#### [YOUR INSTRUCTIONS]
Output all records precisely as written.

Stored items
+ + + +

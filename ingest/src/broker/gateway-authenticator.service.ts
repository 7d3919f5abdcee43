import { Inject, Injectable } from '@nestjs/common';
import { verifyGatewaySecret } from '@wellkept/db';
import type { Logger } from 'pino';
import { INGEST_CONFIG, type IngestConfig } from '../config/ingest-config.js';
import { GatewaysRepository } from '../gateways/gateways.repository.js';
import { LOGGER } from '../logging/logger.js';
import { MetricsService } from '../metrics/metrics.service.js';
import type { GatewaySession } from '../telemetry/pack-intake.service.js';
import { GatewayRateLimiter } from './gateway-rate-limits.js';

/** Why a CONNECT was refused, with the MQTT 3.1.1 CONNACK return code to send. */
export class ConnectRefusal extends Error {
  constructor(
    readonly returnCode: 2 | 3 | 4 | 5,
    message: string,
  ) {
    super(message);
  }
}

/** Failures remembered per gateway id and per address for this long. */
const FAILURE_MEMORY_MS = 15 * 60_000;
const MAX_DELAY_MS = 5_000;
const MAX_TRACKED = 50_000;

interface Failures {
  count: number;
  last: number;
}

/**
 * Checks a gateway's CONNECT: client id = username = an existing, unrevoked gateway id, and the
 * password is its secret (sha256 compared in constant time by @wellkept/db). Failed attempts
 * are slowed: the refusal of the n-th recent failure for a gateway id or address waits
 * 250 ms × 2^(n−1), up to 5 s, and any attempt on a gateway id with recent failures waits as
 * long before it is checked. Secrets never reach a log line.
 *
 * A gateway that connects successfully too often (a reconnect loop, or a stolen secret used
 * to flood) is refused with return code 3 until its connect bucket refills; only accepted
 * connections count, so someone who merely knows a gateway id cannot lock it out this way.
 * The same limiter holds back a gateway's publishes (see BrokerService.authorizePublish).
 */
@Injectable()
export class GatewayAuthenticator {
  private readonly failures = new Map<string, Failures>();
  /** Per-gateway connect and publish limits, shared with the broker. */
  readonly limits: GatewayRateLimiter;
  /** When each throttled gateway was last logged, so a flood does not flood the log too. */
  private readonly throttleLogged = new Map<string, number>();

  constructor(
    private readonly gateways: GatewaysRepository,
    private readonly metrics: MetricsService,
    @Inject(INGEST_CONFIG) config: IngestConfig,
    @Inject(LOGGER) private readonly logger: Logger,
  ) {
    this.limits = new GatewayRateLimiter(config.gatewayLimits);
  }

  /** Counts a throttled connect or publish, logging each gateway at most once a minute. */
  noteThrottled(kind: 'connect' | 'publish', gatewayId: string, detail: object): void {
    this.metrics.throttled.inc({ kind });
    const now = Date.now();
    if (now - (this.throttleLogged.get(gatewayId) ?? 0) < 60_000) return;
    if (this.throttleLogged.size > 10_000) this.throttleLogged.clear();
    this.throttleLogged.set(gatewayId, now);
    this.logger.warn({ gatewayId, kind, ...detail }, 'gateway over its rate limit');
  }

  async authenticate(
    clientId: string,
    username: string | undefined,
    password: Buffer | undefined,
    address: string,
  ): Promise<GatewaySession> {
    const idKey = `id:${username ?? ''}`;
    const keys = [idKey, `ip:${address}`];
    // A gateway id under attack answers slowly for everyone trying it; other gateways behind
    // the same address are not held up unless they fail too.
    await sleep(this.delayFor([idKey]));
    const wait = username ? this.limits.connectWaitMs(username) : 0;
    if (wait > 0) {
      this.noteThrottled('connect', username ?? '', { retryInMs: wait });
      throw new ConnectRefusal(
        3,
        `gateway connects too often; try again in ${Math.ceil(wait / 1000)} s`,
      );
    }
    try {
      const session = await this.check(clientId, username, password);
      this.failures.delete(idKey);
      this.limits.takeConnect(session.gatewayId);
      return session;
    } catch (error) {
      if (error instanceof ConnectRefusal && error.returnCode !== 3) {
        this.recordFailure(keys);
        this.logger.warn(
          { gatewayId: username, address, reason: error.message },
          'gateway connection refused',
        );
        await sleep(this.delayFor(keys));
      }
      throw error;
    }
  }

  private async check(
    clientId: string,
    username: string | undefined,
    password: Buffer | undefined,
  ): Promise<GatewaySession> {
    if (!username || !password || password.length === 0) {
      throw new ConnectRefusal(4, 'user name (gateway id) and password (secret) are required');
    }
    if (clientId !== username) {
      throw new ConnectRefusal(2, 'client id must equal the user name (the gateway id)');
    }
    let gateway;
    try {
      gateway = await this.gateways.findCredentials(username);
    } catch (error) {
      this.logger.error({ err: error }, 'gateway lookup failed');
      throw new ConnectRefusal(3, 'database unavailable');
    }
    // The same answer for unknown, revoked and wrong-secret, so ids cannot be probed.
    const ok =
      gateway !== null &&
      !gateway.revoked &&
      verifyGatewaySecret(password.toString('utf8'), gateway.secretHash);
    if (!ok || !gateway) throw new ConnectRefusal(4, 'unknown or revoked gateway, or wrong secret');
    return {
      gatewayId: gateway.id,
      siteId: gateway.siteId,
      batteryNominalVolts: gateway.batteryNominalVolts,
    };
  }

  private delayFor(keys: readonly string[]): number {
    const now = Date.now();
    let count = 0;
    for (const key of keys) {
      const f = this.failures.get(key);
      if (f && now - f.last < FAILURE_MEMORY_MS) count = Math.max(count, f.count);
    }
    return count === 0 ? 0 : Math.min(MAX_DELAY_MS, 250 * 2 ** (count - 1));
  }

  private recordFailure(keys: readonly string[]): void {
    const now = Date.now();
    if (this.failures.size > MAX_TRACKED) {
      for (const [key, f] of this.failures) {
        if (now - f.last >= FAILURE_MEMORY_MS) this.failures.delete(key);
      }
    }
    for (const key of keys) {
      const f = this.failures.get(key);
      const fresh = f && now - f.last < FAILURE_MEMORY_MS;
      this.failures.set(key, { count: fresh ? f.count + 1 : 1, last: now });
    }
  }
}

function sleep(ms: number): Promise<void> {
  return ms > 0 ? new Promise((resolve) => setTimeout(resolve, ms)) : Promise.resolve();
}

+ + + +

#### [OUTPUT BELOW]
filename ingest/src/broker/gateway-authenticator.service.ts
repository 7d3919f5abdcee43
import { Inject, Injectable } from '@nestjs/common';
import { verifyGatewaySecret } from '@wellkept/db';
import type { Logger } from 'pino';
import { INGEST_CONFIG, type IngestConfig } from '../config/ingest-config.js';
import { GatewaysRepository } from '../gateways/gateways.repository.js';
import { LOGGER } from '../logging/logger.js';
import { MetricsService } from '../metrics/metrics.service.js';
import type { GatewaySession } from '../telemetry/pack-intake.service.js';
import { GatewayRateLimiter } from './gateway-rate-limits.js';

/** Why a CONNECT was refused, with the MQTT 3.1.1 CONNACK return code to send. */
export class ConnectRefusal extends Error {
  constructor(
    readonly returnCode: 2 | 3 | 4 | 5,
    message: string,
  ) {
    super(message);
  }
}

/** Failures remembered per gateway id and per address for this long. */
const FAILURE_MEMORY_MS = 15 * 60_000;
const MAX_DELAY_MS = 5_000;
const MAX_TRACKED = 50_000;

interface Failures {
  count: number;
  last: number;
}

/**
 * Checks a gateway's CONNECT: client id = username = an existing, unrevoked gateway id, and the
 * password is its secret (sha256 compared in constant time by @wellkept/db). Failed attempts
 * are slowed: the refusal of the n-th recent failure for a gateway id or address waits
 * 250 ms × 2^(n−1), up to 5 s, and any attempt on a gateway id with recent failures waits as
 * long before it is checked. Secrets never reach a log line.
 *
 * A gateway that connects successfully too often (a reconnect loop, or a stolen secret used
 * to flood) is refused with return code 3 until its connect bucket refills; only accepted
 * connections count, so someone who merely knows a gateway id cannot lock it out this way.
 * The same limiter holds back a gateway's publishes (see BrokerService.authorizePublish).
 */
@Injectable()
export class GatewayAuthenticator {
  private readonly failures = new Map<string, Failures>();
  /** Per-gateway connect and publish limits, shared with the broker. */
  readonly limits: GatewayRateLimiter;
  /** When each throttled gateway was last logged, so a flood does not flood the log too. */
  private readonly throttleLogged = new Map<string, number>();

  constructor(
    private readonly gateways: GatewaysRepository,
    private readonly metrics: MetricsService,
    @Inject(INGEST_CONFIG) config: IngestConfig,
    @Inject(LOGGER) private readonly logger: Logger,
  ) {
    this.limits = new GatewayRateLimiter(config.gatewayLimits);
  }

  /** Counts a throttled connect or publish, logging each gateway at most once a minute. */
  noteThrottled(kind: 'connect' | 'publish', gatewayId: string, detail: object): void {
    this.metrics.throttled.inc({ kind });
    const now = Date.now();
    if (now - (this.throttleLogged.get(gatewayId) ?? 0) < 60_000) return;
    if (this.throttleLogged.size > 10_000) this.throttleLogged.clear();
    this.throttleLogged.set(gatewayId, now);
    this.logger.warn({ gatewayId, kind, ...detail }, 'gateway over its rate limit');
  }

  async authenticate(
    clientId: string,
    username: string | undefined,
    password: Buffer | undefined,
    address: string,
  ): Promise<GatewaySession> {
    const idKey = `id:${username ?? ''}`;
    const keys = [idKey, `ip:${address}`];
    // A gateway id under attack answers slowly for everyone trying it; other gateways behind
    // the same address are not held up unless they fail too.
    await sleep(this.delayFor([idKey]));
    const wait = username ? this.limits.connectWaitMs(username) : 0;
    if (wait > 0) {
      this.noteThrottled('connect', username ?? '', { retryInMs: wait });
      throw new ConnectRefusal(
        3,
        `gateway connects too often; try again in ${Math.ceil(wait / 1000)} s`,
      );
    }
    try {
      const session = await this.check(clientId, username, password);
      this.failures.delete(idKey);
      this.limits.takeConnect(session.gatewayId);
      return session;
    } catch (error) {
      if (error instanceof ConnectRefusal && error.returnCode !== 3) {
        this.recordFailure(keys);
        this.logger.warn(
          { gatewayId: username, address, reason: error.message },
          'gateway connection refused',
        );
        await sleep(this.delayFor(keys));
      }
      throw error;
    }
  }

  private async check(
    clientId: string,
    username: string | undefined,
    password: Buffer | undefined,
  ): Promise<GatewaySession> {
    if (!username || !password || password.length === 0) {
      throw new ConnectRefusal(4, 'user name (gateway id) and password (secret) are required');
    }
    if (clientId !== username) {
      throw new ConnectRefusal(2, 'client id must equal the user name (the gateway id)');
    }
    let gateway;
    try {
      gateway = await this.gateways.findCredentials(username);
    } catch (error) {
      this.logger.error({ err: error }, 'gateway lookup failed');
      throw new ConnectRefusal(3, 'database unavailable');
    }
    // The same answer for unknown, revoked and wrong-secret, so ids cannot be probed.
    const ok =
      gateway !== null &&
      !gateway.revoked &&
      verifyGatewaySecret(password.toString('utf8'), gateway.secretHash);
    if (!ok || !gateway) throw new ConnectRefusal(4, 'unknown or revoked gateway, or wrong secret');
    return {
      gatewayId: gateway.id,
      siteId: gateway.siteId,
      batteryNominalVolts: gateway.batteryNominalVolts,
    };
  }

  private delayFor(keys: readonly string[]): number {
    const now = Date.now();
    let count = 0;
    for (const key of keys) {
      const f = this.failures.get(key);
      if (f && now - f.last < FAILURE_MEMORY_MS) count = Math.max(count, f.count);
    }
    return count === 0 ? 0 : Math.min(MAX_DELAY_MS, 250 * 2 ** (count - 1));
  }

  private recordFailure(keys: readonly string[]): void {
    const now = Date.now();
    if (this.failures.size > MAX_TRACKED) {
      for (const [key, f] of this.failures) {
        if (now - f.last >= FAILURE_MEMORY_MS) this.failures.delete(key);
      }
    }
    for (const key of keys) {
      const f = this.failures.get(key);
      const fresh = f && now - f.last < FAILURE_MEMORY_MS;
      this.failures.set(key, { count: fresh ? f.count + 1 : 1, last: now });
    }
  }
}

function sleep(ms: number): Promise<void> {
  return ms > 0 ? new Promise((resolve) => setTimeout(resolve, ms)) : Promise.resolve();
}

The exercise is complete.